Forest management is the responsibility of provincial governments in Canada. An independent third party report conducted by Dr. Benjamin Cashore at the Yale School of Forestry and Environmental Studies in New Haven, Connecticut, concludes that Canadian/provincial legislative frameworks that regulate forest management are among the most stringent in the world, and Canada has a wide array of tools to ensure compliance. Canada is well positioned in an international marketplace that is placing an increasing emphasis on the sourcing of legal fibre from sustainable and environmentally sound suppliers. Additionally, the forest products industry is committed to serving as global advocates for sustainability and addressing the problem of illegal logging and other practices that injure the image and reputation of the global forest products industry.

"If customers are forced to move away from sourcing their forest product from Canada, an internationally recognized leader global in sustainable practices, just where are they expected to get them from?," concluded Lazar.

FPAC is the voice of Canada's wood, pulp and paper producers nationally and internationally in government, trade and environmental affairs. Canada's forest industry represents 3% of Canada's GDP and exports over $40 billion of wood, pulp and paper annually. The industry is one of Canada's largest employers, operating in hundreds of Canadian communities and providing nearly 900,000 direct and indirect jobs across the country.

10 Key Facts about the Boreal

November 2006

1. The world's forests fall into three categories: tropical, temperate and boreal.
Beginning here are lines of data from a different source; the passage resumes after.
using System.Globalization;
using System.Security.Cryptography;
using DriftWatch.Attribution;
using DriftWatch.Demo;
using DriftWatch.Demo.Greenhouse;
using DriftWatch.Hooks;
using DriftWatch.Model;
using DriftWatch.Probing;
using DriftWatch.Storage;
using TorchSharp;
using static TorchSharp.torch;

namespace DriftWatch.Tests.Reliability;

/// <summary>What one audit of a store found.</summary>
/// <param name="StoreExists">Whether the store file existed.</param>
/// <param name="RunExists">Whether the run was registered.</param>
/// <param name="LastEpoch">The last complete epoch, 0 when none.</param>
/// <param name="PartialEpoch">Maps or a snapshot of the epoch after the last complete one were stored without its epoch document (a kill inside EndEpoch's writes).</param>
/// <param name="LogLeft">LiteDB's write-ahead log file was left beside the store.</param>
internal sealed record AuditOutcome(bool StoreExists, bool RunExists, int LastEpoch, bool PartialEpoch, bool LogLeft);

/// <summary>
/// Checks a demo run's store the way a person resuming after a crash would need it: it opens for reading, every epoch
/// the demo reported is there exactly once with its map, statistics, verdict and snapshot, the snapshot reproduces the
/// stored validation loss and attribution map, and an epoch once complete never changes afterwards.
/// </summary>
internal sealed class DemoRunAudit
{
    private readonly string _storePath;
    private readonly string _runName;
    private readonly int _steps;
    private readonly GreenhouseScenario _scenario;
    private readonly ProbeSet _probe;
    private readonly Dictionary<int, string> _fingerprints = [];
    private readonly SortedSet<int> _reported = [];

    public DemoRunAudit(string storePath, string runName, GreenhouseVariant variant, int seed, int rows, int probePerHalf, int steps)
    {
        _storePath = storePath;
        _runName = runName;
        _steps = steps;
        // The same scenario and probe set the demo builds from the same options (GreenhouseTraining.Run).
        _scenario = ScenarioBuilder.For(variant).WithSeed(seed).WithTrainingRows(rows).WithValidationRows(GreenhouseTraining.ValidationRows).Build();
        _probe = ProbeSet.Select(_scenario.Validation.Rows, _scenario.Training.Rows, probePerHalf, seed);
    }

    /// <summary>Epochs whose snapshot was loaded and shown to reproduce the stored metrics and map.</summary>
    public int EpochsReproduced { get; private set; }

    /// <summary>Checks of an earlier verified epoch against its fingerprint.</summary>
    public int EpochsRechecked { get; private set; }

    /// <summary>Every epoch number a process of this run has printed so far.</summary>
    public IReadOnlyCollection<int> Reported => _reported;

    /// <summary>Audits the store after a process ended; <paramref name="printed"/> are the epochs that process reported complete.</summary>
    public AuditOutcome Check(IEnumerable<int> printed, List<string> problems)
    {
        _reported.UnionWith(printed);
        bool logLeft = File.Exists(LogFileOf(_storePath));
        if (!File.Exists(_storePath))
        {
            if (_reported.Count > 0)
                problems.Add($"store '{_storePath}' is gone although epochs {string.Join(",", _reported)} were reported");
            return new AuditOutcome(false, false, 0, false, logLeft);
        }

        RunStore store;
        try
        {
            store = RunStore.OpenForReading(_storePath);
        }
        catch (DriftWatchException e)
        {
            problems.Add($"store did not open for reading: {e.Message}");
            return new AuditOutcome(true, false, 0, false, logLeft);
        }

        using (store)
        {
            var run = store.FindRun(_runName);
            if (run is null)
            {
                if (_reported.Count > 0)
                    problems.Add($"run '{_runName}' is missing although epochs {string.Join(",", _reported)} were reported");
                return new AuditOutcome(true, false, 0, false, logLeft);
            }
            if (store.Runs().Count(r => r.Name == _runName) != 1)
                problems.Add($"run '{_runName}' is registered more than once");
            if (run.ProbeHash != _probe.Hash)
                problems.Add($"run '{_runName}' records probe hash {run.ProbeHash}, the demo's probe set has {_probe.Hash}");

            var epochs = store.Epochs(run.Id);
            var numbers = epochs.Select(e => e.Epoch).ToList();
            int last = numbers.Count == 0 ? 0 : numbers[^1];
            if (!numbers.SequenceEqual(Enumerable.Range(1, numbers.Count)))
                problems.Add($"stored epochs are not 1..{numbers.Count} each once: {string.Join(",", numbers)}");
            var lost = _reported.Where(e => !numbers.Contains(e)).ToList();
            if (lost.Count > 0)
                problems.Add($"epochs {string.Join(",", lost)} were reported complete but are not in the store");
            int reportedLast = _reported.Count == 0 ? 0 : _reported.Max;
            if (last > reportedLast + 1)
                problems.Add($"the store holds epochs up to {last} but only {reportedLast} was reported; at most one epoch may be stored unreported");

            var maps = store.Maps(run.Id).ToLookup(m => m.Epoch);
            var verdicts = store.Verdicts(run.Id).ToLookup(v => v.Epoch);
            var statistics = store.StatisticsOf(run.Id).ToLookup(s => s.Epoch);
            foreach (var epoch in epochs)
            {
                var map = maps[epoch.Epoch].ToList();
                if (map.Count != 1 || verdicts[epoch.Epoch].Count() != 1 || statistics[epoch.Epoch].Count() != 1)
                {
                    problems.Add($"epoch {epoch.Epoch}: {map.Count} maps, {verdicts[epoch.Epoch].Count()} verdicts, {statistics[epoch.Epoch].Count()} statistics; expected one each");
                    continue;
                }
                if (epoch.SnapshotId is null)
                {
                    problems.Add($"epoch {epoch.Epoch} has no snapshot: {string.Join("; ", epoch.Problems)}");
                    continue;
                }
                if (epoch.Problems.Count > 0)
                    problems.Add($"epoch {epoch.Epoch} recorded monitoring problems: {string.Join("; ", epoch.Problems)}");
                byte[] snapshot = store.ReadSnapshot(epoch.SnapshotId).ToArray();
                string fingerprint = Fingerprint(epoch, map[0], verdicts[epoch.Epoch].Single(), snapshot);
                if (_fingerprints.TryGetValue(epoch.Epoch, out string? earlier))
                {
                    EpochsRechecked++;
                    if (earlier != fingerprint)
                        problems.Add($"epoch {epoch.Epoch} changed after it was complete");
                    continue;
                }
                Reproduce(epoch, map[0], snapshot, problems);
                _fingerprints[epoch.Epoch] = fingerprint;
                EpochsReproduced++;
            }

            bool partial = HasPartialEpoch(store, run.Id, last + 1);
            return new AuditOutcome(true, true, last, partial, logLeft);
        }
    }

    // LiteDB 5 keeps its write-ahead log in NAME-log.EXT beside the data file.
    public static string LogFileOf(string storePath) =>
        Path.Combine(Path.GetDirectoryName(storePath)!, Path.GetFileNameWithoutExtension(storePath) + "-log" + Path.GetExtension(storePath));

    private static bool HasPartialEpoch(RunStore store, int runId, int epoch)
    {
        try
        {
            store.ReadSnapshot($"snapshots/{runId}/{epoch.ToString("D6", CultureInfo.InvariantCulture)}").Dispose();
            return true;
        }
        catch (StoreException)
        {
            return false;
        }
    }

    private static string Fingerprint(EpochDocument epoch, MapDocument map, VerdictDocument verdict, byte[] snapshot)
    {
        using var hash = IncrementalHash.CreateHash(HashAlgorithmName.SHA256);
        hash.AppendData(snapshot);
        hash.AppendData(map.Scores);
        hash.AppendData(System.Text.Encoding.UTF8.GetBytes(string.Join(";", epoch.Metrics.OrderBy(m => m.Key, StringComparer.Ordinal).Select(m => m.Key + "=" + m.Value.ToString("R", CultureInfo.InvariantCulture)))));
        hash.AppendData(System.Text.Encoding.UTF8.GetBytes(verdict.Kind + string.Join(";", verdict.Reasons)));
        return Convert.ToHexString(hash.GetHashAndReset());
    }

    // The snapshot, loaded into a fresh model, must give back what the demo measured and what the monitor stored.
    private void Reproduce(EpochDocument epoch, MapDocument stored, byte[] snapshot, List<string> problems)
    {
        using var model = GreenhouseNet.For(_scenario);
        using (var weights = new MemoryStream(snapshot))
            model.load(weights);
        model.eval();
        using var scope = torch.NewDisposeScope();

        var v = _scenario.Validation.Rows;
        double loss;
        using (torch.no_grad())
        {
            var logits = model.call(torch.tensor(v.Dense, [v.Count, v.DenseCount]), torch.tensor(v.Categorical, [v.Count, v.CategoricalCount])).squeeze(1);
            loss = nn.functional.binary_cross_entropy_with_logits(logits, torch.tensor(v.Labels!)).item<float>();
        }
        double storedLoss = epoch.Metrics[EpochMetrics.ValidationLossKey];
        if (Math.Abs(loss - storedLoss) > 1e-6)
            problems.Add(string.Create(CultureInfo.InvariantCulture, $"epoch {epoch.Epoch}: its snapshot gives validation loss {loss:R}, the store says {storedLoss:R}"));

        Tensor features;
        using (torch.no_grad())
        {
            var p = _probe.Rows;
            features = model.Encode(torch.tensor(p.Dense, [p.Count, p.DenseCount]), torch.tensor(p.Categorical, [p.Count, p.CategoricalCount])).detach();
        }
        var baseline = Baseline.Zero.Resolve(features[TensorIndex.Slice(_probe.HeldOutCount, _probe.Count)], model.Schema.ColumnCount);
        // Built exactly as the monitor builds it (its default blocks, through the demo model's declared entry layer):
        // another route or block size gives the same map only up to float rounding, which the tolerance below is too
        // tight for on near-zero scores.
        var columns = new IntegratedGradients(_steps).Attribute(AttributionInput.ForModel(model, AttributionTarget.Logit, features, baseline, AttributionInput.DefaultChunkRows, model.Schema));
        var expected = AttributionMap.FromColumns(columns, model.Schema).Scores;
        var read = FloatBytes.ToFloats(stored.Scores);
        if (read.Length != expected.Length)
        {
            problems.Add($"epoch {epoch.Epoch}: stored map has {read.Length} scores, recomputing gives {expected.Length}");
            return;
        }
        double worst = 0;
        for (int i = 0; i < read.Length; i++)
            worst = Math.Max(worst, Math.Abs(read[i] - expected[i]) / Math.Max(1e-3, Math.Abs(expected[i])));
        if (worst > 1e-4)
            problems.Add(string.Create(CultureInfo.InvariantCulture, $"epoch {epoch.Epoch}: the stored map differs from the map its snapshot gives by up to {worst:G3} (relative)"));
    }
}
2. The boreal forest circles the globe between 50 and 60 degrees north latitudes and is the earth's most northerly forest region. It represents about 33% of the world's forest area.

3. Also known as the taiga, the boreal forest is the earth's largest land-based biome(1), covering close to 11% of the earth's surface.

4. More than half of the earth's boreal forest is in Russia. Most of Canada is boreal (30% of the world's boreal), and the rest is mainly in Alaska and Scandinavia.

5. The boreal region of Canada is 545 million hectares (1.3 billion acres) in size. This is equivalent to 13 times the size of California or (10 times the size of France). It represents 53% of Canada's total land area and includes 75% of Canada's forests.

6. The average age of the boreal forest is about 100. It is subject to frequent natural disturbances. More area is disturbed annually due to natural causes than to harvesting.

7. Only one half of 1% (1 million hectares) of total forest in Canada is harvested annually. This is also true for the boreal. All harvested areas, by law, must be promptly regenerated.

8. Only one quarter of Canada's forests are managed for commercial use. The vast majority (70%) of the boreal region remains un-accessed. Most of this is in the north, where forestry does not occur.

9. With over 119 million hectares(2) (294 million acres) of certified forest, Canada has the most area of 3rd party independently certified forests (CSA, FSC, SFI) in the world; 75% of this is boreal (90 million hectares/220 million acres). Canada's area of certified boreal forest is 3 times larger than any other country's area of certified total forest.

10. Canada has over 40 million hectares(3) of protected forest, more than any other country - 28 million hectares of these protected areas occur in the boreal.